• What you will do:
Where in the data below does the word "organizations" appear? Copy every line that has it.

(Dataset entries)

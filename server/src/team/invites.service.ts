import { Inject, Injectable } from '@nestjs/common';
import { InjectDataSource, InjectRepository } from '@nestjs/typeorm';
import type { FastifyRequest } from 'fastify';
import { DataSource, IsNull, LessThanOrEqual, Repository } from 'typeorm';
import { AuditService } from '../audit/audit.service.js';
import { assertPassword } from '../auth/auth.service.js';
import { hashPassword, verifyPassword } from '../auth/passwords.js';
import type { RequestMeta, SessionPrincipal } from '../auth/request-context.js';
import { SessionManager } from '../auth/session-manager.js';
import { AttemptThrottle, signInRules } from '../auth/attempt-throttle.service.js';
import { newLinkToken, sha256Hex } from '../auth/tokens.js';
import type { Role } from '../common/decorators/access.decorator.js';
import { DomainError } from '../common/errors/domain-error.js';
import { APP_CONFIG, AppConfig } from '../config/config.js';
import { MailService } from '../mail/mail.service.js';
import { MembershipEntity } from '../organizations/membership.entity.js';
import { OrganizationEntity } from '../organizations/organization.entity.js';
import { UserEntity } from '../users/user.entity.js';
import { InviteEntity } from './invite.entity.js';
import { assertSeatForAccept, assertSeatForInvite, seatUsage } from './seats.js';

export const INVITE_TTL_MS = 7 * 24 * 3600 * 1000;
const UUID = /^[0-9a-f]{8}-[0-9a-f]{4}-[0-9a-f]{4}-[0-9a-f]{4}-[0-9a-f]{12}$/i;

@Injectable()
export class InvitesService {
  constructor(
    @InjectRepository(InviteEntity) private readonly invites: Repository<InviteEntity>,
    @InjectRepository(UserEntity) private readonly users: Repository<UserEntity>,
    @InjectRepository(OrganizationEntity) private readonly orgs: Repository<OrganizationEntity>,
    @InjectRepository(MembershipEntity) private readonly memberships: Repository<MembershipEntity>,
    @InjectDataSource() private readonly ds: DataSource,
    @Inject(APP_CONFIG) private readonly config: AppConfig,
    private readonly audit: AuditService,
    private readonly mail: MailService,
    private readonly sessions: SessionManager,
    private readonly throttle: AttemptThrottle,
  ) {}

  list(organizationId: string) {
    return this.invites.find({
      where: { organizationId },
      relations: { invitedBy: true },
      order: { createdAt: 'DESC' },
      take: 200,
    });
  }

  async create(
    p: SessionPrincipal,
    email: string,
    role: Role,
    meta: RequestMeta,
  ): Promise<InviteEntity> {
    if (role === 'owner' && p.role !== 'owner') {
      throw new DomainError('forbidden', 'Only an owner can invite an owner.');
    }
    const existing = await this.users.findOneBy({ email });
    if (
      existing &&
      (await this.memberships.existsBy({ organizationId: p.organizationId, userId: existing.id }))
    ) {
      throw new DomainError('conflict', 'This person is already a member.', [
        { field: 'email', reason: 'is already a member' },
      ]);
    }
    const token = newLinkToken();
    const saved = await this.ds.transaction(async (m) => {
      // The organisation's row is locked first: concurrent invitations take seats one by one.
      const seats = await seatUsage(m, p.organizationId, { lock: true });
      // Expired invitations to the same address make way for the new one.
      await m.update(
        InviteEntity,
        {
          organizationId: p.organizationId,
          email,
          acceptedAt: IsNull(),
          canceledAt: IsNull(),
          expiresAt: LessThanOrEqual(new Date()),
        },
        { canceledAt: new Date() },
      );
      const pending = await m.findOneBy(InviteEntity, {
        organizationId: p.organizationId,
        email,
        acceptedAt: IsNull(),
        canceledAt: IsNull(),
      });
      if (pending) {
        throw new DomainError(
          'conflict',
          'This address already has a pending invitation; re-send it instead.',
          [{ field: 'email', reason: 'already has a pending invitation' }],
        );
      }
      assertSeatForInvite(seats);
      const now = new Date();
      return m.save(
        m.create(InviteEntity, {
          organizationId: p.organizationId,
          email,
          role,
          tokenHash: sha256Hex(token),
          invitedByUserId: p.userId,
          expiresAt: new Date(now.getTime() + INVITE_TTL_MS),
          lastSentAt: now,
        }),
      );
    });
    await this.sendMail(saved, token, p.userId);
    await this.record(p, 'invite.created', saved, meta);
    return this.get(p.organizationId, saved.id);
  }

  /** A fresh link (the old one stops working) and another seven days. */
  async resend(p: SessionPrincipal, id: string, meta: RequestMeta): Promise<InviteEntity> {
    const invite = await this.get(p.organizationId, id);
    this.assertOpen(invite);
    if (invite.role === 'owner' && p.role !== 'owner') {
      throw new DomainError('forbidden', 'Only an owner can re-send an owner invitation.');
    }
    const token = newLinkToken();
    await this.ds.transaction(async (m) => {
      // A pending invitation already holds its seat; an expired one takes a seat again.
      const seats = await seatUsage(m, p.organizationId, { lock: true, exceptInviteId: invite.id });
      const current = await m.findOneByOrFail(InviteEntity, { id: invite.id });
      this.assertOpen(current);
      if (current.expiresAt <= new Date()) assertSeatForInvite(seats);
      const now = new Date();
      await m.update(
        InviteEntity,
        { id: invite.id },
        {
          tokenHash: sha256Hex(token),
          lastSentAt: now,
          expiresAt: new Date(now.getTime() + INVITE_TTL_MS),
        },
      );
    });
    const fresh = await this.get(p.organizationId, id);
    await this.sendMail(fresh, token, p.userId);
    await this.record(p, 'invite.resent', fresh, meta);
    return fresh;
  }

  async cancel(p: SessionPrincipal, id: string, meta: RequestMeta): Promise<InviteEntity> {
    const invite = await this.get(p.organizationId, id);
    this.assertOpen(invite);
    await this.invites.update({ id: invite.id }, { canceledAt: new Date() });
    await this.record(p, 'invite.canceled', invite, meta);
    return this.get(p.organizationId, id);
  }

  async preview(token: string) {
    const invite = await this.valid(token);
    const org = await this.orgs.findOneByOrFail({ id: invite.organizationId });
    return {
      organizationName: org.name,
      email: invite.email,
      role: invite.role,
      expiresAt: invite.expiresAt.toISOString(),
      existingAccount: await this.users.existsBy({ email: invite.email }),
    };
  }

  /**
   * Accepts as: the signed-in user whose address was invited; an existing account (its password);
   * or a new account (name + password). Signs the caller in to the organisation.
   */
  async accept(
    req: FastifyRequest,
    input: { token: string; name?: string; password?: string },
    meta: RequestMeta,
  ) {
    const invite = await this.valid(input.token);
    let user = await this.users.findOneBy({ email: invite.email });
    const signedInAs = req.session?.userId;
    if (user && signedInAs !== user.id) {
      const rules = signInRules(invite.email, meta.ip);
      const wait = await this.throttle.retryAfter(rules);
      if (wait > 0) {
        throw new DomainError(
          'rate_limited',
          'Too many failed attempts. Wait before trying again.',
          [],
          { 'Retry-After': String(wait) },
        );
      }
      if (!input.password || !(await verifyPassword(user.passwordHash, input.password))) {
        await this.throttle.count(rules);
        throw new DomainError('invalid_input', 'Enter the password of the invited account.', [
          {
            field: 'password',
            reason: input.password ? 'is wrong' : 'is required for an existing account',
          },
        ]);
      }
    }
    let account: { name: string; passwordHash: string } | null = null;
    if (!user) {
      const problems = [
        ...(!input.name ? [{ field: 'name', reason: 'is required for a new account' }] : []),
        ...(!input.password
          ? [{ field: 'password', reason: 'is required for a new account' }]
          : []),
      ];
      if (problems.length)
        throw new DomainError('invalid_input', 'Choose a name and a password.', problems);
      assertPassword(input.password!, { email: invite.email, name: input.name! });
      account = { name: input.name!, passwordHash: await hashPassword(input.password!) };
    }
    // One transaction: the new account, the used invitation and the membership, or none of them.
    const joined = await this.join(invite, user?.id ?? null, account);
    user = await this.users.findOneByOrFail({ id: joined.userId });
    if (signedInAs === user.id) await this.sessions.switchOrganization(req, invite.organizationId);
    else await this.sessions.start(req, user.id, invite.organizationId);
    const org = await this.orgs.findOneByOrFail({ id: invite.organizationId });
    const p = { organizationId: invite.organizationId, userId: user.id };
    await this.audit.record({
      ...p,
      action: 'invite.accepted',
      actorUserId: user.id,
      targetType: 'invite',
      targetId: invite.id,
      meta,
    });
    await this.audit.record({
      ...p,
      action: 'member.joined',
      actorUserId: user.id,
      targetType: 'user',
      targetId: user.id,
      meta,
      metadata: { role: joined.role },
    });
    return { user, organization: org, role: joined.role };
  }

  private async join(
    invite: InviteEntity,
    existingUserId: string | null,
    account: { name: string; passwordHash: string } | null,
  ): Promise<{ userId: string; role: Role }> {
    return this.ds.transaction(async (m) => {
      // The organisation's row first: two acceptances racing for the last seat take turns.
      const seats = await seatUsage(m, invite.organizationId, { lock: true });
      // Single use: only one acceptance can flip accepted_at.
      const r: unknown[] = await m.query(
        `UPDATE invites SET accepted_at = now()
          WHERE id = $1 AND accepted_at IS NULL AND canceled_at IS NULL AND expires_at > now()
          RETURNING id`,
        [invite.id],
      );
      const rows = Array.isArray(r[0]) ? (r[0] as unknown[]) : r;
      if (!rows.length) throw invalid();
      const current = existingUserId
        ? await m.findOneBy(MembershipEntity, {
            organizationId: invite.organizationId,
            userId: existingUserId,
          })
        : null;
      // Already a member: keep the existing role; no new seat is taken.
      if (current) return { userId: current.userId, role: current.role };
      const org = await m.findOneByOrFail(OrganizationEntity, { id: invite.organizationId });
      assertSeatForAccept(seats, org.name, invite.expiresAt);
      let userId = existingUserId;
      if (!userId) {
        const created: { id: string }[] = await m.query(
          `INSERT INTO users (email, name, password_hash) VALUES ($1, $2, $3)
           ON CONFLICT DO NOTHING RETURNING id`,
          [invite.email, account!.name, account!.passwordHash],
        );
        if (!created[0]) {
          throw new DomainError(
            'conflict',
            'An account with this address was created meanwhile; sign in with it and accept again.',
            [{ field: 'token', reason: 'belongs to an address that now has an account' }],
          );
        }
        userId = created[0].id;
      }
      await m.insert(MembershipEntity, {
        organizationId: invite.organizationId,
        userId,
        role: invite.role,
      });
      return { userId, role: invite.role };
    });
  }

  private async valid(token: string): Promise<InviteEntity> {
    const invite = await this.invites.findOneBy({ tokenHash: sha256Hex(token) });
    if (!invite || invite.acceptedAt || invite.canceledAt || invite.expiresAt <= new Date())
      throw invalid();
    return invite;
  }

  private async get(organizationId: string, id: string): Promise<InviteEntity> {
    const invite = UUID.test(id)
      ? await this.invites.findOne({
          where: { id, organizationId },
          relations: { invitedBy: true },
        })
      : null;
    if (!invite) throw new DomainError('not_found', 'No such invitation in this organisation.');
    return invite;
  }

  private assertOpen(invite: InviteEntity) {
    if (invite.acceptedAt || invite.canceledAt) {
      throw new DomainError('conflict', 'This invitation was already accepted or canceled.');
    }
  }

  private async sendMail(invite: InviteEntity, token: string, inviterId: string) {
    const [org, inviter] = await Promise.all([
      this.orgs.findOneByOrFail({ id: invite.organizationId }),
      this.users.findOneBy({ id: inviterId }),
    ]);
    await this.mail.send({
      template: 'invite',
      to: invite.email,
      data: {
        organizationName: org.name,
        inviterName: inviter?.name ?? 'A team member',
        role: invite.role,
        link: `${this.config.publicUrl}/accept-invite?token=${encodeURIComponent(token)}`,
        expiresAt: invite.expiresAt.toUTCString(),
      },
    });
  }

  private async record(
    p: SessionPrincipal,
    action: 'invite.created' | 'invite.resent' | 'invite.canceled',
    i: InviteEntity,
    meta: RequestMeta,
  ) {
    await this.audit.record({
      organizationId: p.organizationId,
      action,
      actorUserId: p.userId,
      targetType: 'invite',
      targetId: i.id,
      meta,
      metadata: { email: i.email, role: i.role },
    });
  }
}

const invalid = () =>
  new DomainError('not_found', 'This invitation is invalid, already used, canceled or expired.', [
    { field: 'token', reason: 'is invalid, already used, canceled or expired' },
  ]);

• Answer space:
import { MembershipEntity } from '../organizations/membership.entity.js';
import { OrganizationEntity } from '../organizations/organization.entity.js';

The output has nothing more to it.